Kapuspenkum Kejagung Harli Siregar mengatakan mulanya kasus ini ditemukan melalui pengamatan terkait persoalan yang ada di masyarakat.
Salah satu persoalan itu yakni keluhan masyarakat terkait kualitas BBM dari Pertamina yang diduga kurang bagus. Adapun, sprindik kasus ini teregister dengan Nomor: PRIN-59/F.2/Fd.2/10/2024 tertanggal 24 Oktober 2024.
"Awalnya itu kita masuknya dari situ (informasi terkait kualitas BBM), lalu dibuat telaahannya, kemudian dilakukan penyelidikan," kaya Harli, Rabu (26/2).
Dia menambahkan, isu kualitas BBM itu kemudian dihubungkan dengan persoalan lain seperti kenaikan harga bahan bakar.
Setelah itu, penyidik kemudian mengembangkan informasi polemik terkait BBM tersebut.
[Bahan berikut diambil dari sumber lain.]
"""Live-load distribution factors, AASHTO LRFD 4.6.2.2, slab-on-girder types a, e and k.

Lanes carried by one girder, for moment and shear, interior and exterior girders, one loaded lane
and two or more. The formulas (from memory, unconfirmed, LRFD Tables 4.6.2.2.2b-1, 2d-1, 2e-1,
3a-1, 3b-1, 3c-1) include the multiple presence factor; the lever rule and the rigid-section
method apply it explicitly (:mod:`influence.rating.lever_rule`). Units as the formulas: S, L,
de in ft; ts in in; Kg in in^4.

Interior moment: 0.06 + (S/14)^0.4 (S/L)^0.3 (Kg/12 L ts^3)^0.1 (one lane),
0.075 + (S/9.5)^0.6 (S/L)^0.2 (Kg/12 L ts^3)^0.1 (two or more); Nb = 3: the lesser of the
formula and the lever rule. Interior shear: 0.36 + S/25; 0.2 + S/12 - (S/35)^2; Nb = 3: the
lever rule. Exterior, one lane: the lever rule; two or more: e g_interior with
e = 0.77 + de/9.1 (moment) or 0.6 + de/10 (shear). Steel beams with diaphragms: the exterior
factor is not less than the rigid-section value. Skew: moment x (1 - c1 (tan theta)^1.5),
shear x (1 + 0.20 (12 L ts^3/Kg)^0.3 tan theta).

Permits and fatigue (confirmed, NCHRP 20-07/Task 285 project statement; TxDOT LRFD Bridge Design
Manual ch. 3 sec. 13): special permits and fatigue take the one-lane factor with the 1.2
multiple presence factor divided out; routine permits take the factor for two or more lanes.

Example:
    >>> geometry = GirderGeometry(8.0, 60.0, 8.0, 500_000.0, girders=5, edge_distance=2.0)
    >>> factors = distribution_factors(geometry, "interior", "shear")
    >>> factors.one_lane, round(factors.several_lanes, 6)     # 0.36 + 8/25; 0.2 + 8/12 - (8/35)^2
    (0.68, 0.814422)
    >>> permit_distribution(factors, "special")                # 0.68 / 1.2
    0.566666666667
    >>> distribution_factors(GirderGeometry(18.0, 60.0, 8.0, 5e5, 5), "interior", "shear")
    Traceback (most recent call last):
    ...
    influence.errors.ModelError: distribution.spacing: girder spacing S [ft] = 18 is outside \
the range 3.5 to 16 of the LRFD 4.6.2.2 shear formulas (use a refined analysis or give the \
distribution factor as a number)
"""

from __future__ import annotations

import math
from dataclasses import dataclass

from influence.errors import ModelError
from influence.rating.girder_geometry import (
    GirderGeometry,
    check_range,
    design_lanes,
    multiple_presence,
)
from influence.rating.lever_rule import GIRDERS, lever_rule, rigid_section
from influence.rating.tables import DISTRIBUTION_FILE, data_file

RESPONSES = ("moment", "shear")
PERMIT_KINDS = ("special", "routine")


@dataclass(frozen=True)
class DistributionFactors:
    """Lanes per girder for one girder and response.

    Attributes:
        girder: "interior" or "exterior".
        response: "moment" or "shear".
        one_lane: one loaded lane, multiple presence 1.2 included, skew applied [lanes].
        several_lanes: two or more loaded lanes, skew applied [lanes]; None when the roadway
            holds one design lane only.
        skew_factor: the skew reduction (moment) or correction (shear) applied [-].
        basis: how each value was found, in words, for the report.
    """

    girder: str
    response: str
    one_lane: float
    several_lanes: float | None
    skew_factor: float
    basis: tuple[str, ...]

    @property
    def governing(self) -> float:
        """The larger of the one-lane and several-lane factors [lanes]."""
        return max(self.one_lane, self.several_lanes or 0.0)


def _several(geometry: GirderGeometry) -> range:
    return range(2, design_lanes(geometry) + 1)


def _interior(geometry: GirderGeometry, response: str) -> tuple[float, float, list[str]]:
    s, length = geometry.spacing, geometry.span
    check_range(geometry, response)
    if response == "moment":
        stiffness = geometry.slab_stiffness_ratio ** 0.1
        one = 0.06 + (s / 14.0) ** 0.4 * (s / length) ** 0.3 * stiffness
        many = 0.075 + (s / 9.5) ** 0.6 * (s / length) ** 0.2 * stiffness
        basis = [f"interior moment, one lane: 0.06 + (S/14)^0.4 (S/L)^0.3 (Kg/12Lts^3)^0.1 "
                 f"= {one:.4f}",
                 f"interior moment, two or more lanes: 0.075 + (S/9.5)^0.6 (S/L)^0.2 "
                 f"(Kg/12Lts^3)^0.1 = {many:.4f}"]
    else:
        one = 0.36 + s / 25.0
        many = 0.2 + s / 12.0 - (s / 35.0) ** 2
        basis = [f"interior shear, one lane: 0.36 + S/25 = {one:.4f}",
                 f"interior shear, two or more lanes: 0.2 + S/12 - (S/35)^2 = {many:.4f}"]
    if geometry.girders == 3:
        lever_one = lever_rule(geometry, "interior", 1)
        lever_many = max((lever_rule(geometry, "interior", n) for n in _several(geometry)),
                         default=lever_one)
        if response == "moment":
            one, many = min(one, lever_one), min(many, lever_many)
            basis.append(f"three girders: the lesser of the formula and the lever rule "
                         f"({lever_one:.4f}, {lever_many:.4f})")
        else:
            one, many = lever_one, lever_many
            basis.append("three girders: the lever rule")
    return one, many, basis


def _exterior(geometry: GirderGeometry, response: str,
              rigid: bool) -> tuple[float, float, list[str]]:
    check_range(geometry, "exterior")
    _, interior_many, basis = _interior(geometry, response)
    de = geometry.edge_distance
    e = 0.77 + de / 9.1 if response == "moment" else 0.6 + de / 10.0
    formula = "0.77 + de/9.1" if response == "moment" else "0.6 + de/10"
    one = lever_rule(geometry, "exterior", 1)
    many = e * interior_many
    basis = basis[1:] + [f"exterior {response}, one lane: lever rule with m = 1.2 = {one:.4f}",
                         f"exterior {response}, two or more lanes: e = {formula} = {e:.4f}, "
                         f"e g_interior = {many:.4f}"]
    if rigid:
        rigid_one = rigid_section(geometry, 1)
        rigid_many = max((rigid_section(geometry, n) for n in _several(geometry)), default=0.0)
        one, many = max(one, rigid_one), max(many, rigid_many)
        basis.append(f"rigid-section minimum with m (steel beams with diaphragms): "
                     f"one lane {rigid_one:.4f}, two or more {rigid_many:.4f}")
    return one, many, basis


def skew_factor(geometry: GirderGeometry, response: str) -> tuple[float, str]:
    """Skew reduction of moment or correction of shear (obtuse corner), and its basis.

    Raises:
        ModelError: for a shear skew over 60 degrees or a geometry outside the skew range.
    """
    theta = geometry.skew
    rule = data_file(DISTRIBUTION_FILE)["skew"]
    if response == "moment":
        if theta < rule["moment_from_deg"]:
            return 1.0, "skew under 30 degrees: no moment reduction"
        check_range(geometry, "skew")
        used = min(theta, rule["moment_cap_deg"])
        c1 = 0.25 * geometry.slab_stiffness_ratio ** 0.25 * (
            geometry.spacing / geometry.span) ** 0.5
        factor = 1.0 - c1 * math.tan(math.radians(used)) ** 1.5
        return factor, (f"skew {used:g} degrees: 1 - c1 (tan theta)^1.5 with c1 = {c1:.4f} "
                        f"= {factor:.4f}")
    if theta == 0.0:
        return 1.0, "no skew"
    if theta > rule["shear_limit_deg"]:
        raise ModelError(f"skew {theta:g} degrees is over the 60 degrees of the shear correction",
                         item="distribution.skew", fix="use a refined analysis")
    check_range(geometry, "skew")
    factor = 1.0 + 0.20 * (1.0 / geometry.slab_stiffness_ratio) ** 0.3 * math.tan(
        math.radians(theta))
    return factor, (f"skew {theta:g} degrees, obtuse corner: 1 + 0.20 (12Lts^3/Kg)^0.3 tan theta "
                    f"= {factor:.4f}")


def distribution_factors(geometry: GirderGeometry, girder: str, response: str, *,
                         rigid_section: bool = False) -> DistributionFactors:
    """Lanes per girder by the LRFD 4.6.2.2 formulas.

    Args:
        geometry: the cross-section, in ft, in and in^4.
        girder: "interior" or "exterior".
        response: "moment" or "shear".
        rigid_section: steel beams with diaphragms or cross-frames: the exterior factor is
            not less than the rigid-section value.

    Raises:
        ModelError: for an unknown girder or response, or a geometry outside the range of
            applicability (one line naming the quantity and the range).
    """
    if girder not in GIRDERS:
        raise ModelError(f"unknown girder {girder!r}", item="distribution.girder",
                         fix='use "interior" or "exterior"')
    if response not in RESPONSES:
        raise ModelError(f"no LRFD distribution formula for {response!r}",
                         item="distribution", fix='use "moment" or "shear"')
    if girder == "interior":
        one, many, basis = _interior(geometry, response)
    else:
        one, many, basis = _exterior(geometry, response, rigid_section)
    factor, skew_basis = skew_factor(geometry, response)
    several = None if design_lanes(geometry) < 2 else round(many * factor, 12)
    return DistributionFactors(girder, response, round(one * factor, 12), several, factor,
                               (*basis, skew_basis))


def permit_distribution(factors: DistributionFactors, kind: str) -> float:
    """The distribution factor a permit is rated with [lanes].

    Special (limited-crossing) permits: the one-lane factor with the one-lane multiple
    presence factor (1.2) divided out; routine (annual) permits: the factor for two or more
    lanes, or the one-lane factor where the roadway holds one lane only.

    Raises:
        ModelError: for another permit kind.
    """
    if kind not in PERMIT_KINDS:
        raise ModelError(f"unknown permit type {kind!r}", item="permit.type",
                         fix='use "special" or "routine"')
    if kind == "special":
        return round(factors.one_lane / multiple_presence(1), 12)
    return factors.one_lane if factors.several_lanes is None else factors.several_lanes


def fatigue_distribution(factors: DistributionFactors) -> float:
    """The one-lane factor with the 1.2 multiple presence factor removed, for fatigue [lanes].

    Example:
        >>> f = DistributionFactors("interior", "moment", 0.6, 0.8, 1.0, ())
        >>> fatigue_distribution(f)
        0.5
    """
    return round(factors.one_lane / multiple_presence(1), 12)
Singkatnya, Kejagung menemukan periode kasus ini dimulai dari periode 2018-2023.
"Nah, sementara penyelidikannya kan sudah di 2024. Tapi peristiwa-peristiwa itu dijadikan merangkai, menguatkan argumentasi kita untuk masuk," pungkasnya.
Diketahui sebelumnya, Kejagung telah menetapkan tujuh tersangka dalam kasus korupsi tata kelola minyak mentah dan produk kilang PT Pertamina (Persero) pada Senin (24/2).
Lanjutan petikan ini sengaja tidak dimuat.